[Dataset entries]
*** Block opens ***

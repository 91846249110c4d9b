package lineproto

import (
	"context"
	"errors"
	"fmt"
	"math"
	"strconv"
	"strings"
	"sync"
	"testing"
	"time"

	"go.yaml.in/yaml/v3"

	"github.com/gliss-lab/gliss/drivers"
	"github.com/gliss-lab/gliss/drivers/benchfile/yamlnode"
	"github.com/gliss-lab/gliss/drivers/transport"
)

// fakeStage is a device on the far side of an Exchanger: a stage that
// moves at speedMMPerS in real time, with knobs for faults.
type fakeStage struct {
	mu          sync.Mutex
	pos, target float64
	t0          time.Time
	speed       float64
	sent        []string
	dropAck     int  // next n MOVE acks are lost (the move is carried out)
	dropCmd     int  // next n MOVE commands are lost entirely
	garblePos   int  // next n POS? replies are garbled
	stall       bool // moves stop half-way
	silent      bool // no reply to anything
	refuse      bool // moves are refused through the error queue and not carried out
	idn         string
	errQueue    []string
}

func (f *fakeStage) now() float64 {
	if f.t0.IsZero() {
		return f.pos
	}
	d := f.target - f.pos
	travelled := f.speed * time.Since(f.t0).Seconds()
	if travelled >= math.Abs(d) {
		f.pos, f.t0 = f.target, time.Time{}
		return f.pos
	}
	return f.pos + math.Copysign(travelled, d)
}

func (f *fakeStage) Exchange(ctx context.Context, tx transport.Tx) (string, error) {
	f.mu.Lock()
	defer f.mu.Unlock()
	f.sent = append(f.sent, tx.Send)
	if f.silent {
		return "", transport.ErrTimeout
	}
	word, arg, _ := strings.Cut(tx.Send, " ")
	switch word {
	case "*IDN?":
		return f.idn, nil
	case "*CLS":
		f.errQueue = nil
		return "", nil
	case "SYST:ERR?":
		if len(f.errQueue) > 0 {
			e := f.errQueue[0]
			f.errQueue = f.errQueue[1:]
			return e, nil
		}
		return `+0,"No error"`, nil
	case "MOVE", "POS:TARG":
		if f.dropCmd > 0 {
			f.dropCmd--
			return "", transport.ErrTimeout
		}
		v, err := strconv.ParseFloat(arg, 64)
		if f.refuse {
			f.errQueue = append(f.errQueue, `-222,"Data out of range"`)
			return "", nil
		}
		if err != nil {
			f.errQueue = append(f.errQueue, `-104,"Data type error"`)
			return "ERR bad number", nil
		}
		f.pos = f.now()
		f.target, f.t0 = v, time.Now()
		if f.stall {
			f.target = f.pos + (v-f.pos)/2
		}
		if f.dropAck > 0 {
			f.dropAck--
			return "", transport.ErrTimeout
		}
		if word == "POS:TARG" {
			return "", nil
		}
		return "OK", nil
	case "POS?":
		p := f.now()
		if f.garblePos > 0 {
			f.garblePos--
			return "POS 1~3.4", nil
		}
		return fmt.Sprintf("POS %.6f", p), nil
	case "BUSY?":
		f.now()
		if f.t0.IsZero() {
			return "BUSY 0", nil
		}
		return "BUSY 1", nil
	case "*OPC?":
		for !f.t0.IsZero() {
			f.mu.Unlock()
			time.Sleep(time.Millisecond)
			f.mu.Lock()
			f.now()
		}
		return "1", nil
	}
	return "ERR unknown", nil
}

func (f *fakeStage) Close() error { return nil }

func (f *fakeStage) count(cmd string) int {
	f.mu.Lock()
	defer f.mu.Unlock()
	n := 0
	for _, s := range f.sent {
		if strings.HasPrefix(s, cmd) {
			n++
		}
	}
	return n
}

const stageYAML = `
transport: {tcp: "fake-%s"}
retries: 2
backoff: 1ms
poll: 2ms
motion_margin: 200ms
tolerance: 0.001
ack: '^OK$'
error_reply: '^ERR'
commands:
  move: 'MOVE {value:%%.4f}'
  position: {send: 'POS?', pattern: '^POS (?P<value>\S+)$'}
  busy: {send: 'BUSY?', busy: '^BUSY 1$', ready: '^BUSY 0$'}
`

// openFake decodes settings text, attaches the fake device through a pool
// under the settings' transport key, and opens the instrument.
func openFake(t *testing.T, flavour, text string, role drivers.Role, lim drivers.Limits, dev transport.Exchanger) *Instrument {
	t.Helper()
	var n yaml.Node
	if err := yaml.Unmarshal([]byte(text), &n); err != nil {
		t.Fatal(err)
	}
	d := &yamlnode.Decoder{File: "test.yaml"}
	s := defaultSettings(flavour)
	d.Decode(&n, "settings", s)
	s.CheckRole(d, n.Content[0], "settings", role)
	if err := d.Err(); err != nil {
		t.Fatal(err)
	}
	s.SetLimits(lim)
	pool := &transport.Pool{}
	spec := linkSpec{tcp: s.Transport.TCP, framing: s.Transport.framing()}
	hold, err := pool.Get("tcp:"+s.Transport.TCP, spec, func() (transport.Exchanger, error) { return dev, nil })
	if err != nil {
		t.Fatal(err)
	}
	t.Cleanup(func() { hold.Close() })
	s.SetPool(pool)
	inst, err := (&Driver{flavour: flavour}).Open(context.Background(), drivers.Config{Name: "stage", Role: role, Settings: s})
	if err != nil {
		t.Fatal(err)
	}
	// Callers tell roles apart by type assertion: the opened value must
	// implement its own role's interface and no other.
	_, isStage := inst.(drivers.Stage)
	_, isAtt := inst.(drivers.Attenuator)
	_, isPM := inst.(drivers.PowerMeter)
	_, isCtr := inst.(drivers.Counter)
	if isStage != (role == drivers.RoleStage) || isAtt || isPM || isCtr {
		t.Fatalf("a %s opened as %T implements stage %v, attenuator %v, powermeter %v, counter %v", role, inst, isStage, isAtt, isPM, isCtr)
	}
	return inst.(Stage).Instrument
}

var fakeLimits = drivers.Limits{StageMinMM: 0, StageMaxMM: 100, StageSpeedMMPerS: 500, StageAccelMMPerS2: 0}

func TestMoveArrivesAndRefusesOutOfRange(t *testing.T) {
	dev := &fakeStage{speed: 500, pos: 10}
	in := openFake(t, "lineproto", fmt.Sprintf(stageYAML, t.Name()), drivers.RoleStage, fakeLimits, dev)
	ctx := context.Background()
	if err := in.moveToMM(ctx, 30); err != nil {
		t.Fatal(err)
	}
	if p, err := in.positionMM(ctx); err != nil || math.Abs(p-30) > 1e-6 {
		t.Fatalf("position after move = %v, %v; want 30", p, err)
	}
	before := dev.count("MOVE")
	err := in.moveToMM(ctx, 150)
	if !errors.Is(err, drivers.ErrLimit) || !strings.Contains(err.Error(), "[0, 100]") {
		t.Fatalf("move beyond travel: %v; want ErrLimit naming the range", err)
	}
	if dev.count("MOVE") != before {
		t.Fatal("an out-of-range move was sent to the device")
	}
}

func TestLostAckIsNotResentBlindly(t *testing.T) {
	dev := &fakeStage{speed: 500, pos: 10, dropAck: 1}
	in := openFake(t, "lineproto", fmt.Sprintf(stageYAML, t.Name()), drivers.RoleStage, fakeLimits, dev)
	if err := in.moveToMM(context.Background(), 40); err != nil {
		t.Fatal(err)
	}
	if n := dev.count("MOVE"); n != 1 {
		t.Fatalf("MOVE sent %d times; the device had taken the first one, so want 1", n)
	}
}

func TestLostCommandIsResentAfterCheckingPosition(t *testing.T) {
	dev := &fakeStage{speed: 500, pos: 10, dropCmd: 1}
	in := openFake(t, "lineproto", fmt.Sprintf(stageYAML, t.Name()), drivers.RoleStage, fakeLimits, dev)
	if err := in.moveToMM(context.Background(), 40); err != nil {
		t.Fatal(err)
	}
	dev.mu.Lock()
	sent := append([]string(nil), dev.sent...)
	dev.mu.Unlock()
	// After the lost MOVE there must be a position (or busy) query before the next MOVE.
	first := -1
	for i, s := range sent {
		if strings.HasPrefix(s, "MOVE") {
			if first >= 0 {
				between := strings.Join(sent[first+1:i], " ")
				if !strings.Contains(between, "POS?") {
					t.Fatalf("MOVE re-sent without reading the position first: %q", sent)
				}
				return
			}
			first = i
		}
	}
	t.Fatalf("MOVE was not re-sent although the device never took it: %q", sent)
}

func TestGarbledReplyRetriedNeverZero(t *testing.T) {
	dev := &fakeStage{speed: 500, pos: 12.5, garblePos: 2}
	in := openFake(t, "lineproto", fmt.Sprintf(stageYAML, t.Name()), drivers.RoleStage, fakeLimits, dev)
	p, err := in.positionMM(context.Background())
	if err != nil || p != 12.5 {
		t.Fatalf("position = %v, %v; want 12.5 after two garbled replies", p, err)
	}
	dev.garblePos = 10
	p, err = in.positionMM(context.Background())
	if err == nil || !errors.Is(err, drivers.ErrUnavailable) || !errors.Is(err, ErrBadReply) {
		t.Fatalf("persistently garbled: %v, %v; want an error wrapping ErrUnavailable and ErrBadReply", p, err)
	}
}

func TestSilentInstrumentIsUnavailable(t *testing.T) {
	dev := &fakeStage{speed: 500, pos: 1}
	in := openFake(t, "lineproto", fmt.Sprintf(stageYAML, t.Name()), drivers.RoleStage, fakeLimits, dev)
	dev.silent = true
	err := in.moveToMM(context.Background(), 5)
	if !errors.Is(err, drivers.ErrUnavailable) || !errors.Is(err, transport.ErrTimeout) {
		t.Fatalf("silent stage: %v; want ErrUnavailable wrapping the timeout", err)
	}
}

func TestStalledMoveIsAnError(t *testing.T) {
	dev := &fakeStage{speed: 500, pos: 10, stall: true}
	in := openFake(t, "lineproto", fmt.Sprintf(stageYAML, t.Name()), drivers.RoleStage, fakeLimits, dev)
	err := in.moveToMM(context.Background(), 50)
	if err == nil || !strings.Contains(err.Error(), "stopped at 30") {
		t.Fatalf("stalled move: %v; want an error naming where it stopped", err)
	}
}

func TestNoBusyQueryPollsPositionWithDeadline(t *testing.T) {
	text := strings.Replace(fmt.Sprintf(stageYAML, t.Name()), "  busy: {send: 'BUSY?', busy: '^BUSY 1$', ready: '^BUSY 0$'}\n", "", 1)
	dev := &fakeStage{speed: 500, pos: 10}
	in := openFake(t, "lineproto", text, drivers.RoleStage, fakeLimits, dev)
	if err := in.moveToMM(context.Background(), 60); err != nil {
		t.Fatal(err)
	}
	dev.stall = true
	t0 := time.Now()
	err := in.moveToMM(context.Background(), 0)
	if err == nil || !strings.Contains(err.Error(), "did not arrive") {
		t.Fatalf("stalled move without busy query: %v", err)
	}
	// deadline: 1.5 × 60 mm / 500 mm/s + 200 ms margin = 0.38 s
	if el := time.Since(t0); el < 300*time.Millisecond {
		t.Fatalf("gave up after %v, before the motion deadline", el)
	}
}

func TestSCPIFlavour(t *testing.T) {
	dev := &fakeStage{speed: 500, pos: 10, idn: "ACME,STAGE-1,0042,1.0"}
	text := fmt.Sprintf(`
transport: {tcp: "fake-%s"}
backoff: 1ms
tolerance: 0.001
commands:
  move: 'POS:TARG {value:%%.4f}'
  position: {send: 'POS?', pattern: '^POS (?P<value>\S+)$'}
`, t.Name())
	in := openFake(t, "scpi", text, drivers.RoleStage, fakeLimits, dev)
	ctx := context.Background()
	if id, _ := in.Identify(ctx); id != dev.idn {
		t.Fatalf("identify = %q; want the *IDN? reply read at connect", id)
	}
	if err := in.moveToMM(ctx, 20); err != nil {
		t.Fatal(err)
	}
	for _, want := range []string{"*IDN?", "*CLS", "POS:TARG 20.0000", "SYST:ERR?", "*OPC?"} {
		if dev.count(want) == 0 {
			t.Errorf("the SCPI flavour did not send %q (sent %q)", want, dev.sent)
		}
	}
	dev.mu.Lock()
	dev.refuse = true
	dev.mu.Unlock()
	before := dev.count("POS:TARG")
	err := in.moveToMM(ctx, 30)
	if !errors.Is(err, ErrRefused) || !errors.Is(err, drivers.ErrUnavailable) || !strings.Contains(err.Error(), "Data out of range") {
		t.Fatalf("refused move: %v; want ErrRefused and ErrUnavailable with the instrument's message", err)
	}
	// retries: 3 (the default) → at most 4 sends, each after a position check.
	if n := dev.count("POS:TARG") - before; n != 4 {
		t.Fatalf("refused move sent %d times, want 1 + 3 retries", n)
	}
}

func TestRecordThenReplayGivesSameReadings(t *testing.T) {
	dir := t.TempDir()
	rec, err := transport.NewRecorder(dir)
	if err != nil {
		t.Fatal(err)
	}
	dev := &fakeStage{speed: 500, pos: 10}
	text := fmt.Sprintf(stageYAML, t.Name())
	var n yaml.Node
	yaml.Unmarshal([]byte(text), &n)
	s := defaultSettings("lineproto")
	d := &yamlnode.Decoder{File: "t.yaml"}
	d.Decode(&n, "", s)
	s.SetLimits(fakeLimits)
	s.SetRecorder(rec)
	pool := &transport.Pool{}
	hold, _ := pool.Get("tcp:"+s.Transport.TCP, linkSpec{tcp: s.Transport.TCP, framing: s.Transport.framing()}, func() (transport.Exchanger, error) { return dev, nil })
	defer hold.Close()
	s.SetPool(pool)
	ctx := context.Background()
	inst, err := (&Driver{flavour: "lineproto"}).Open(ctx, drivers.Config{Name: "stage", Role: drivers.RoleStage, Settings: s})
	if err != nil {
		t.Fatal(err)
	}
	stage := inst.(drivers.Stage)
	_ = stage
	if err := stage.MoveToMM(ctx, 25); err != nil {
		t.Fatal(err)
	}
	live, _ := stage.PositionMM(ctx)
	rec.Close()

	s2 := defaultSettings("lineproto")
	d.Decode(&n, "", s2)
	s2.Transport = Transport{Replay: rec.Path(), Timeout: time.Second}
	s2.SetLimits(fakeLimits)
	s2.SetPool(&transport.Pool{})
	inst2, err := (&Driver{flavour: "lineproto"}).Open(ctx, drivers.Config{Name: "stage", Role: drivers.RoleStage, Settings: s2})
	if err != nil {
		t.Fatal(err)
	}
	// The replayed traffic has the poll count of the live run; the same
	// sequence of calls must reproduce it and the reading.
	if err := inst2.(drivers.Stage).MoveToMM(ctx, 25); err != nil {
		t.Fatalf("replayed move: %v", err)
	}
	got, err := inst2.(drivers.Stage).PositionMM(ctx)
	if err != nil || got != live {
		t.Fatalf("replayed position = %v, %v; live run read %v", got, err, live)
	}
}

*** Block closes ***

■ Exercise:
Going back to the entries above, set down exactly the lines that begin at the one with "want 12.5 after" and end at the one with "if err == nil || !errors.Is(err, drivers.ErrUnavailable)", both included, and nothing else.

■ Answer section:
		t.Fatalf("position = %v, %v; want 12.5 after two garbled replies", p, err)
	}
	dev.garblePos = 10
	p, err = in.positionMM(context.Background())
	if err == nil || !errors.Is(err, drivers.ErrUnavailable) || !errors.Is(err, ErrBadReply) {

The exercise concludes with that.